Dynamic Graph-Based Adaptive Learning for Online Industrial Soft Sensor With Mutable Spatial Coupling Relations

The accurate online soft sensor in complex industrial processes remains challenging because underlying spatial coupling relations among process variables have not been effectively mined and exploited. Recently, some deep learning based studies construct static graphs to explicitly represent underlying spatial coupling relations among process variables, but they neglect the fact that spatial coupling relations have mutable characteristics, leading to poor performance in the online soft sensor. Therefore, in this article, we propose a novel deep learning model to address this issue to achieve accurate soft sensors.

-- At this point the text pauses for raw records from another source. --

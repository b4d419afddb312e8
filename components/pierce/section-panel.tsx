import { useState } from 'react';
import { useLayout } from '@/components/theme/layout.ts';
import { space } from '@/components/theme/space.ts';
import {
  conditionWords,
  laneText,
  nozzleWords,
  reserveText,
  revisionText,
  sectionText,
  thicknessRangeText,
} from '@/components/text/pierce.ts';
import { Choice } from '@/components/ui/choice.tsx';
import { Panel } from '@/components/ui/panel.tsx';
import { Sheet } from '@/components/ui/sheet.tsx';
import { Stack } from '@/components/ui/stack.tsx';
import { Small } from '@/components/ui/text.tsx';
import { useUnitSystem } from '@/components/ui/unit-system.ts';
import type { StrategyContent } from '@/shared/strategies.ts';
import { quantityText } from '@/strategy/units/index.ts';
import { laneNames, type LaneName } from './section-layout.ts';
import { SectionView } from './section-view.tsx';
import type { LivePrediction } from './use-prediction.ts';

type SectionPanelProps = {
  live: LivePrediction;
  /** As it stands on the screen, for the title block. */
  content: StrategyContent;
  machine: { name: string; revisionNumber: number } | null;
  nozzle: { name: string; type: 'single' | 'double'; diameter: number } | null;
  chosen: number | null;
};

/** The section with its lanes, and the title block that says what it is of. On a phone one lane at a time. */
export function SectionPanel({ live, content, machine, nozzle, chosen }: SectionPanelProps) {
  const { wide, width } = useLayout();
  const system = useUnitSystem();
  const [lane, setLane] = useState<LaneName>('meanPower');
  const { prediction } = live;
  const reserve = (which: 'cold' | 'hot') => {
    const { reserve: one } = prediction[which];
    return reserveText(one.kind === 'ok' ? one.value : null);
  };
  return (
    <Stack gap="m">
      <Panel flush>
        <div style={{ padding: wide ? space.l : space.s, paddingBottom: space.s }}>
          <SectionView
            prediction={prediction}
            stages={live.content.stages}
            system={system}
            lanes={wide ? laneNames : [lane]}
            chosen={chosen}
            depth={wide ? 260 : 190}
          />
        </div>
      </Panel>
      {!wide && (
        <Choice
          label={sectionText.lanes}
          // four words beside each other need this much
          kind={width < 372 ? 'list' : 'segments'}
          options={laneNames.map((name) => ({ value: name, label: laneText[name].short }))}
          value={lane}
          onChange={setLane}
        />
      )}
      <Stack gap="xs">
        <Small>{conditionWords(sectionText.coldAt(prediction.cold.plateTemperature, system), prediction.cold)}</Small>
        <Small>{conditionWords(sectionText.hotAt(prediction.hot.plateTemperature, system), prediction.hot)}</Small>
      </Stack>
      <Sheet
        label={revisionText.section}
        cells={[
          {
            label: revisionText.block.plate,
            value: `${content.gradeGroup}, ${thicknessRangeText(content.thickness, system)}`,
            share: 1.5,
          },
          ...(machine
            ? [
                {
                  label: revisionText.block.machine,
                  value: revisionText.block.machineRevision(machine.name, machine.revisionNumber),
                  share: 1.6,
                },
              ]
            : []),
          ...(nozzle ? [{ label: revisionText.block.nozzle, value: nozzleWords(nozzle, system), share: 1.5 }] : []),
          { label: revisionText.block.goodTo, value: quantityText(content.hottestPlate, 'temperature', system).text },
          { label: revisionText.block.cold, value: reserve('cold') },
          { label: revisionText.block.hot, value: reserve('hot') },
        ]}
      />
      <Sheet
        label={revisionText.block.energy}
        cells={[
          { label: revisionText.block.crater, value: quantityText(prediction.craterRadius, 'length', system).text },
          { label: revisionText.block.energy, value: quantityText(prediction.energy, 'energy', system).text },
          { label: revisionText.block.oxygen, value: quantityText(prediction.oxygenUsed, 'mass', system).text },
        ]}
      />
    </Stack>
  );
}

Specifically, a dynamic graph is proposed to realize adaptive learning and automatic inference for mutable spatial coupling relations so that the proposed model is endowed with the ability to real-timely sense spatial coupling relations in the online industrial soft sensor. Then, based on the dynamic graph, a new multihop attention graph convolutional network is proposed to systematically aggregate various crucial node feature representations during graph convolution processes to capture fine-grained spatial dependence features, thereby achieving effective modeling for variation patterns of process variables. Finally, a new multivariate incremental training algorithm is designed for deep learning models to further improve the prediction performance. The verification study on a coal mill rig demonstrates the feasibility and effectiveness of the proposed model.